The bad reason is a shortcomings of the majority of middleware products. While they generally do a good job on performance, reliability and developer productivity, they generally do a poor job at providing a clean separation of the performance/administration functions that are relevant to the runtime and those that are relevant to the deployed applications. Their usual role definitions are more structured along the lines of what actions you can perform rather than on what entities you can perform them. From a runtime perspective, the applications are not well isolated from one another either, which means that in real life you have to consider the entire system (the middleware and all deployed applications) if you want to make changes in a safe way.

The good reason for the current lack of separation between application administrators and middleware administrators is that middleware products have generally done a good job of supporting development innovation and optimization. Frameworks appear and evolve to respond to the challenges encountered by developers. Knobs and dials are exposed which allow heavy customization of the runtime to meet the performance and feature needs of a specific application. With developers driving what middleware is used and how it is used, it’s a natural consequence that the middleware is managed in tight correlation with how the application is managed.

Just like there is tension between DBAs and the “application people” (application administrators and/or developers), there is an inherent tension in the split I am advocating between application management and application platform management. The tension flows from the previous paragraph (the “good reason” for the current amalgam): a split between application administrators and application platform administrators would have the downside of dampening application platform innovation. Or rather it redirects it, in a mutation not unlike the move from artisans to industry. Rather than focusing on highly-specialized frameworks and highly-tuned runtimes, the application platform innovation is redirected towards the goals of extreme cost efficiency, high reliability, consistent security and scalability-by-default. These become the main objectives of the application platform administrator. In that perspective, the focus of the application architect and the application administrator needs to switch from taking advantage of the customizability of the runtime to optimize local-node performance towards taking advantage of the dynamism of the application platform to optimize for scalability and economy.

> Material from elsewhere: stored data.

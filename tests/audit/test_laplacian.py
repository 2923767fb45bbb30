"""The weighted Laplacian against dense pseudo-inverses and closed forms."""

from fractions import Fraction
from itertools import combinations

import numpy as np
import pytest

import dec.audit.adjusted.laplacian
from dec.audit.adjusted.laplacian import BLOCK, Laplacian
from dec.errors import AccuracyError
from dec.solvers.choice import Choice
from dec.solvers.elimination import Elimination


def dense(tail: np.ndarray, head: np.ndarray, n: int, conductance: np.ndarray) -> tuple[np.ndarray, np.ndarray]:
    D = np.zeros((len(tail), n))
    np.add.at(D, (np.arange(len(tail)), head), 1.0)
    np.add.at(D, (np.arange(len(tail)), tail), -1.0)
    return D, np.linalg.pinv(D.T @ np.diag(conductance) @ D, hermitian=True)


def random_graph(seed: int, n: int, m: int, spread: float) -> tuple[np.ndarray, np.ndarray, np.ndarray]:
    rng = np.random.default_rng(seed)
    return rng.integers(0, n, m), rng.integers(0, n, m), 10.0 ** rng.uniform(-spread, spread, m)


@pytest.mark.parametrize("spread", [0.3, 1.2, 2.5])  # below and above where energies take over from columns
@pytest.mark.parametrize("seed", range(6))
def test_shares_and_resistances_are_those_of_the_pseudo_inverse(seed: int, spread: float):
    n = 9 * BLOCK + 1
    tail, head, conductance = random_graph(seed, n, 3 * n // 2, spread)
    laplacian = Laplacian(tail, head, n, conductance)
    D, inverse = dense(tail, head, n, conductance)
    same = np.array([(a, b) for a, b in combinations(range(n), 2) if laplacian.component[a] == laplacian.component[b]])
    share, slack = laplacian.shares()
    resistance = laplacian.resistances(same[:, 0], same[:, 1])
    expected = conductance * np.einsum("ij,jk,ik->i", D, inverse, D)
    assert share == pytest.approx(expected, abs=1e-9)
    assert share + slack == pytest.approx(np.ones(len(tail)), abs=1e-15)
    e = np.eye(n)
    u = e[same[:, 0]] - e[same[:, 1]]
    assert resistance == pytest.approx(np.einsum("ij,jk,ik->i", u, inverse, u), rel=1e-7)
    assert share.sum() == pytest.approx(n - laplacian.n_components, rel=1e-12)  # Foster 1949


def test_a_change_makes_up_for_what_is_missed_and_is_the_smallest():
    tail, head, conductance = random_graph(3, 12, 30, 1.0)
    laplacian = Laplacian(tail, head, 12, conductance)
    D, inverse = dense(tail, head, 12, conductance)
    missed = D.T @ np.random.default_rng(0).normal(size=(30, 2))
    change, potential = laplacian.change(missed)
    assert D.T @ change + missed == pytest.approx(np.zeros((12, 2)), abs=1e-13)
    assert change == pytest.approx(-conductance[:, None] * (D @ (inverse @ missed)), abs=1e-12)
    assert change == pytest.approx(-conductance[:, None] * (D @ potential), abs=1e-12)
    assert np.all(potential[laplacian.grounded] == 0)


def test_the_ground_may_be_chosen_and_takes_up_what_is_left_over():
    path = np.arange(4)
    laplacian = Laplacian(path, path + 1, 5, np.array([1.0, 2.0, 4.0, 8.0]), ground=3)
    change, potential = laplacian.change(np.array([1.0, 0.0, 0.0, 0.0, 1.0]))
    assert change == pytest.approx([1.0, 1.0, 1.0, -1.0])
    assert potential[3] == 0.0
    assert potential == pytest.approx([1.75, 0.75, 0.25, 0.0, 0.125])


@pytest.mark.parametrize(
    ("n", "degree", "edges"),
    [
        (4, 3, list(combinations(range(4), 2))),
        (8, 3, [(a, b) for a, b in combinations(range(8), 2) if (a ^ b).bit_count() == 1]),
        (6, 4, [(a, b) for a, b in combinations(range(6), 2) if a // 2 != b // 2]),
    ],
    ids=["tetrahedron", "cube", "octahedron"],
)
def test_neighbours_on_platonic_solids_have_resistance_2_n_minus_1_over_n_degree(n: int, degree: int, edges: list):
    """Ponder This, October 2007 (READ): 1/2, 7/12, 5/12."""
    tail, head = np.array(edges).T
    resistance = Laplacian(tail, head, n, np.ones(len(edges))).resistances(tail, head)
    assert resistance == pytest.approx(np.full(len(edges), float(Fraction(2 * (n - 1), n * degree))), rel=1e-13)


def test_parallel_edges_add_and_self_loops_carry_nothing():
    laplacian = Laplacian(np.array([0, 1, 1]), np.array([1, 0, 1]), 2, np.array([1.0, 2.0, 5.0]))
    (share, slack), resistance = laplacian.shares(), laplacian.resistances(np.array([0]), np.array([1]))
    assert resistance == pytest.approx([1 / 3])
    assert share == pytest.approx([1 / 3, 2 / 3, 0])
    assert slack == pytest.approx([2 / 3, 1 / 3, 1])


def test_no_vertices_and_no_edges_are_an_answer_too():
    none = np.empty(0, np.int64)
    for n in (0, 3):
        laplacian = Laplacian(none, none, n, np.empty(0))
        assert laplacian.n_components == n
        assert [len(part) for part in (*laplacian.shares(), laplacian.resistances(none, none))] == [0, 0, 0]
        assert laplacian.to_ground().tolist() == [0.0] * n
        assert laplacian.change(np.zeros(n))[0].shape == (0,)


def test_conductances_too_far_apart_are_refused_with_their_ratio():
    with pytest.raises(AccuracyError, match=r"the largest is 1\.0e\+09 times the smallest, 1e\+07 times is the most"):
        Laplacian(np.array([0, 1]), np.array([1, 2]), 3, np.array([1e-9, 1e9]))


def test_what_does_not_come_out_right_is_refused_and_not_given(monkeypatch):
    tail, head = np.array([0, 1, 0, 2]), np.array([1, 2, 2, 3])
    laplacian = Laplacian(tail, head, 4, np.array([1e10, 1e10, 1.0, 1e-3]), ground=3)
    missed = np.array([1.0, 0.0, 0.0, 0.0])
    assert laplacian.change(missed)[0] == pytest.approx([1, 1, 2e-10, 1], rel=1e-9)
    monkeypatch.setattr(dec.audit.adjusted.laplacian, "_TURNS", 1)
    with pytest.raises(AccuracyError, match=r"the law is met to .* only; raise the smallest"):
        laplacian.change(missed)


def test_a_small_slack_keeps_its_digits():
    """Two strong edges in series, and a weak one beside them: hardly anything goes past a strong edge."""
    weak, strong = Fraction(1), Fraction(10) ** 10
    tail, head = np.array([0, 1, 0]), np.array([1, 2, 2])
    conductance = np.array([float(strong), float(strong), float(weak)])
    _, slack = Laplacian(tail, head, 3, conductance).shares()
    past = 1 / (1 / strong + 1 / weak)
    assert slack[0] == pytest.approx(float(past / (strong + past)), rel=1e-12)


def on_both_engines(monkeypatch, tail, head, n, conductance) -> tuple[Laplacian, Laplacian]:
    """The same Laplacian with an exact factor, and as one that is too large for it."""
    exact = Laplacian(tail, head, n, conductance, ground=0)
    engine = choice_of(Elimination())
    monkeypatch.setattr(dec.audit.adjusted.laplacian, "choose", lambda _: engine)
    monkeypatch.setattr(dec.audit.adjusted.laplacian, "sparse_order", lambda *_: None)
    monkeypatch.setattr(dec.audit.adjusted.laplacian, "_SMALL", 0)
    return exact, Laplacian(tail, head, n, conductance, ground=0)


def choice_of(method):
    return Choice(method, "for a test")


@pytest.mark.parametrize("seed", range(5))
def test_an_iterative_engine_gives_the_same_to_rounding(monkeypatch, seed: int):
    rng = np.random.default_rng(seed)
    tail, head, conductance = random_graph(seed, 30, 70, 1.5)
    exact, large = on_both_engines(monkeypatch, tail, head, 30, conductance)
    assert (exact.gives_all, large.gives_all) == (True, False)
    missed = exact.gather @ rng.normal(size=(70, 3))
    change, potential = exact.change(missed)
    again, level = large.change(missed)
    assert again == pytest.approx(change, rel=1e-11, abs=1e-12)
    assert level == pytest.approx(potential, rel=1e-9, abs=1e-12)
    assert large.gather @ again + missed == pytest.approx(np.zeros((30, 3)), abs=1e-13)
    share, slack, error = large.figures("all")
    assert error == 0
    assert share == pytest.approx(exact.shares()[0], abs=1e-12)
    assert slack == pytest.approx(exact.shares()[1], abs=1e-12)
    assert large.figures("auto") == (None, None, 0.0)


def test_random_projection_errs_as_stated_and_small_slacks_are_exact(monkeypatch):
    tail, head, conductance = random_graph(8, 60, 200, 1.0)
    exact, large = on_both_engines(monkeypatch, tail, head, 60, conductance)
    share, slack, error = large.figures("estimate")
    true, rest = exact.shares()
    assert error == 0.1
    moves = tail != head
    off = np.abs(share - true)[moves] / true[moves]
    assert np.sqrt(np.mean(off**2)) < 1.5 * error
    assert off.max() > 1e-6
    small = (rest < 0.2) & (tail != head)
    assert small.sum() > 3
    assert slack[small] == pytest.approx(rest[small], rel=1e-9)
    bridge = exact.settled
    assert (slack[bridge] == 0).all()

Innovation in terms of new frameworks and programming models takes a hit in that model, but there are ways to compensate. The services offered by the platform can be at different levels of generality. The more generic ones can be used to host innovative application frameworks and tools. For example, a highly-specialized service like an identity management system is hard to use for another purpose, but on the other hand a JVM can be used to host not just business applications but also platform-like things like Hadoop. They can run in the “application space” until they are mature enough to be incorporated in the “application platform space” and become the responsibility of the application platform administrator.

The need to keep a door open for innovation is part of why, as much as I believe in PaaS, I don’t think IaaS is going away anytime soon. Not only do we need VMs for backward-looking legacy apps, we also need polyvalent platforms, like a VM, for forward-looking purposes, to allow developers to influence platform innovation, based on their needs and ideas.

Forget the guillotine, maybe I should carry an axe around. That may help get the point across, that I want to slice application administrators in two, head to toe. PaaS is not a question of runtime. It’s a question of administrative roles.